There are less than two weeks left until I depart for Monterrey, MX. While I’ve been organized for this trip/treatment for several months now, I still feel like there’s endless stuff to organize. Gah!
I left Canada in late November and have been in the USA for the last two months. No peeps, I am not in Maui so don’t be jealous. It was quite the load of decisions to make on what to pack, how much of this or that, along with compiling all my meds, supplements, etc., for three months. I was going to be in cold weather for two months, then in MX it will be warmer, meaning I had to plan for two climates. I already feel terrible for the porters who help me as I have so much luggage in tow.

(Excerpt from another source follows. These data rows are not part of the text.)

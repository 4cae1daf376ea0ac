using System.Collections.Immutable;
using CaptureZone.Outputs.Text;
using NetTopologySuite.Geometries;
using SkiaSharp;

namespace CaptureZone.Outputs.Maps;

/// <summary>A map with everything in its place, ready to be drawn on any canvas.</summary>
internal sealed class MapSheet
{
    /// <summary>Frames at least this many times as wide as high have the panel below.</summary>
    private const double WideFrame = 1.2;

    /// <summary>The most slender frame that is shown, width over height.</summary>
    private const double Slenderest = 0.62;

    /// <summary>The widest frame that is shown, width over height.</summary>
    private const double Widest = 2.6;

    private const float PanelGap = 50;
    private const float SidePanelWidth = 700;
    private const int ColumnsBelow = 3;
    private const int NoteColumns = 2;

    /// <summary>Labels keep this far from the frame, units of the sheet.</summary>
    private const float FrameClearance = 20;

    private static readonly TextStyle TitleStyle = new(Look.TitleSize, Look.Ink, Bold: true);
    private static readonly TextStyle SubtitleStyle = new(Look.HeadSize, Look.SoftInk);
    private static readonly TextStyle CautionStyle = new(Look.BodySize, Look.Ink, Bold: true);

    private readonly Report _report;
    private readonly PlanFrame _frame;
    private readonly OpenFrameLayer _open;
    private readonly ImmutableArray<IMapLayer> _layers;
    private readonly ImmutableArray<(PanelBlock Block, SKPoint At)> _panel;
    private readonly ImmutableArray<string> _caution;
    private readonly float _cautionTop;

    /// <summary>Lays the map out.</summary>
    /// <param name="report">Document and answers.</param>
    public MapSheet(Report report)
    {
        _report = report;
        Envelope frame = Shown(report.Answers.Extent);
        bool below = frame.Width >= WideFrame * frame.Height;
        float left = Look.SheetMargin + PlanFrame.Room, right = Look.SheetWidth - Look.SheetMargin;
        float planRight = below ? right : right - SidePanelWidth - PanelGap;
        View = new PlanView(frame, left, TitleBottom, planRight - left);
        MapScene scene = new(report, View);
        _frame = new PlanFrame(report.Site, View);

        ZoneLayer zones = new(scene);
        BackdropLayer backdrop = new(scene);
        ContourLayer contours = new(scene);
        PathLayer paths = new(scene);
        TravelTimeLayer times = new(scene);
        PlumeLayer plumes = new(scene);
        JointZoneLayer joint = new(scene);
        _open = new OpenFrameLayer(scene);
        StagnationLayer stagnation = new(scene);
        WellLayer wells = new(scene);
        IMapLayer[] labelled = [wells, plumes, _open, times, backdrop, contours];
        Placement = LabelPlacement.Of(
            SKRect.Inflate(View.Area, -FrameClearance, -FrameClearance),
            [.. wells.Symbols, .. stagnation.Symbols, .. backdrop.Symbols],
            [.. joint.HeavyLines, .. plumes.HeavyLines],
            labelled.SelectMany(layer => layer.Labels));
        ArrowLayer arrows = new(scene, Placement.Taken);
        _layers = [zones, backdrop, contours, arrows, plumes, paths, times, joint, stagnation, wells];

        IMapLayer[] explained = [wells, joint, zones, times, plumes, stagnation, paths, contours, arrows, backdrop];
        LegendItem[] legend = [.. explained.SelectMany(layer => layer.Legend)];
        _panel = [.. below ? PanelBelow(scene, legend, left, right) : PanelBeside(scene, legend, left, planRight, right)];
        float bottom = MathF.Max(
            View.Area.Bottom + PlanFrame.Room, _panel.Max(piece => piece.At.Y + piece.Block.Height));
        _cautionTop = bottom + PanelGap;
        _caution = Lettering.Wrapped(Caution.Text, CautionStyle, Look.SheetWidth - 2 * Look.SheetMargin);
        Height = (int)MathF.Ceiling(_cautionTop + _caution.Length * CautionLine + Look.SheetMargin);
    }

    /// <summary>Height of the sheet.</summary>
    public int Height { get; }

    /// <summary>Where places lie on the sheet.</summary>
    public PlanView View { get; }

    /// <summary>The labels on the plan.</summary>
    public LabelPlacement Placement { get; }

    private static float TitleBottom => Look.SheetMargin + (Look.TitleSize + Look.HeadSize) * Lettering.LineHeight + 24;

    private static float CautionLine => Look.BodySize * Lettering.LineHeight;

    /// <summary>Draws everything; the one routine for every format.</summary>
    /// <param name="canvas">Where to.</param>
    public void Draw(IMapCanvas canvas)
    {
        canvas.Layer("sheet");
        DrawTitle(canvas);
        canvas.Clipped(Shape.Rectangle(View.Area), () => _frame.DrawCrosses(canvas));
        foreach (IMapLayer layer in _layers)
        {
            canvas.Layer(layer.Name);
            canvas.Clipped(Shape.Rectangle(View.Area), () => layer.Draw(canvas));
        }

        canvas.Layer("labels");
        Placement.Draw(canvas);
        canvas.Layer("frame");
        _frame.Draw(canvas);
        canvas.Layer(_open.Name);
        _open.Draw(canvas);
        canvas.Layer("legend");
        foreach ((PanelBlock block, SKPoint at) in _panel)
        {
            block.Draw(canvas, at);
        }

        canvas.Layer("caution");
        DrawCaution(canvas);
    }

    /// <summary>The extent, grown about its middle when it is too slender to read.</summary>
    private static Envelope Shown(Envelope extent)
    {
        double width = Math.Max(extent.Width, Slenderest * extent.Height), height = Math.Max(extent.Height, extent.Width / Widest);
        Envelope shown = extent.Copy();
        shown.ExpandBy((width - extent.Width) / 2, (height - extent.Height) / 2);
        return shown;
    }

    /// <summary>Legend in all columns but the last, which has the notes.</summary>
    private IEnumerable<(PanelBlock Block, SKPoint At)> PanelBelow(MapScene scene, LegendItem[] legend, float left, float right)
    {
        float width = ColumnWidth(right - left, ColumnsBelow);
        SKPoint at = new(left, View.Area.Bottom + PlanFrame.Room + PanelGap), notes = new(right - width, at.Y);
        return [.. Flow(Legend(legend, width), at, width, ColumnsBelow - 1), .. Flow(Notes(scene, width), notes, width, 1)];
    }

    /// <summary>Legend beside the plan, notes below it.</summary>
    private IEnumerable<(PanelBlock Block, SKPoint At)> PanelBeside(
        MapScene scene, LegendItem[] legend, float left, float planRight, float right)
    {
        SKPoint at = new(planRight + PanelGap, TitleBottom), notes = new(left, View.Area.Bottom + PlanFrame.Room + PanelGap / 2);
        float width = ColumnWidth(planRight - left, NoteColumns);
        return [.. Flow(Legend(legend, right - at.X), at, right - at.X, 1), .. Flow(Notes(scene, width), notes, width, NoteColumns)];
    }

    private static float ColumnWidth(float width, int columns) => (width - (columns - 1) * PanelGap) / columns;

    private static PanelBlock[] Legend(LegendItem[] items, float width) =>
        [PanelBlock.Heading("Legend"), .. items.Select(item => PanelBlock.Of(item, width))];

    private PanelBlock[] Notes(MapScene scene, float width) =>
        [ScaleBlock.Of(View, width), .. MapNotes.Of(scene, Placement).Select(note => PanelBlock.Note(note, width))];

    /// <summary>Blocks in columns of about the same height.</summary>
    private static IEnumerable<(PanelBlock Block, SKPoint At)> Flow(PanelBlock[] blocks, SKPoint start, float width, int columns)
    {
        float perColumn = blocks.Sum(block => block.Height) / columns;
        SKPoint at = start;
        foreach (PanelBlock block in blocks)
        {
            yield return (block, at);
            at.Y += block.Height;
            if (columns > 1 && at.Y - start.Y >= perColumn)
            {
                at = new(at.X + width + PanelGap, start.Y);
            }
        }
    }

    private void DrawTitle(IMapCanvas canvas)
    {
        float width = Look.SheetWidth - 2 * Look.SheetMargin, left = Look.SheetMargin;
        float line = Look.TitleSize * Lettering.LineHeight;
        canvas.Write(MapText.From(Lettering.Fitted(_report.Site.Title, TitleStyle, width), left, Look.SheetMargin + line / 2, TitleStyle));
        canvas.Write(MapText.From(
            "Predicted heads and zones", left, Look.SheetMargin + line + Look.HeadSize * Lettering.LineHeight / 2, SubtitleStyle));
    }

    private void DrawCaution(IMapCanvas canvas)
    {
        float left = Look.SheetMargin, right = Look.SheetWidth - Look.SheetMargin, rule = _cautionTop - PanelGap / 2;
        canvas.Stroke(Shape.Line(new(left, rule), new(right, rule)), Look.TickPen);
        for (int i = 0; i < _caution.Length; i++)
        {
            canvas.Write(MapText.From(_caution[i], left, _cautionTop + (i + 0.5f) * CautionLine, CautionStyle));
        }
    }
}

To supplement my vitamin D these last few months, I joined a local gym to access their tanning beds (@$23/month, how could I go wrong at that rate?!). The gym had this intense light therapy machine that felt so soothing for my pain. The machine also had this really cool vibrating base so I’d stand for a few minutes, close my eyes with my hands against the sides (for balance) as an exercise for my brain to redevelop proproception. It was a challenging one!
All this aside, I think I’m having a mild disease relapse as I’ve developed severe itching on various (and odd) parts of my body. Itchiness is a constant symptom of mine, but this is a new level of intensity and the rashes are growing in size every day. It’s driving me crazy. I have oral prednisone with me so likely I will start that tomorrow for some relief.
I have to admit I’m nervous about HSCT. I love the thrill of rollercoasters, but this a different kind of rollercoaster. One that entails kind of trying to kill me, then bringing me back to life again. OK, that’s rather dramatic, but you get the idea 😉
If I haven’t mentioned before I hate nausea/puking and any type of IV. I ask for the smallest guage IV catheter (needle) as my veins shrivel up at the sight of them. Yup I’m bona fide big baby! This is some serious chemo I’m going to get, so mentally I need to get my head around that. Or maybe I don’t, I still have time to figure that one out.
Overall, I’m excited. And eternally grateful to the heaps of people who have – both emotionally and financially – supported me every step of the way to have this treatment. The outpouring of love from everyone has humbled me beyond words. I’m truly blessed.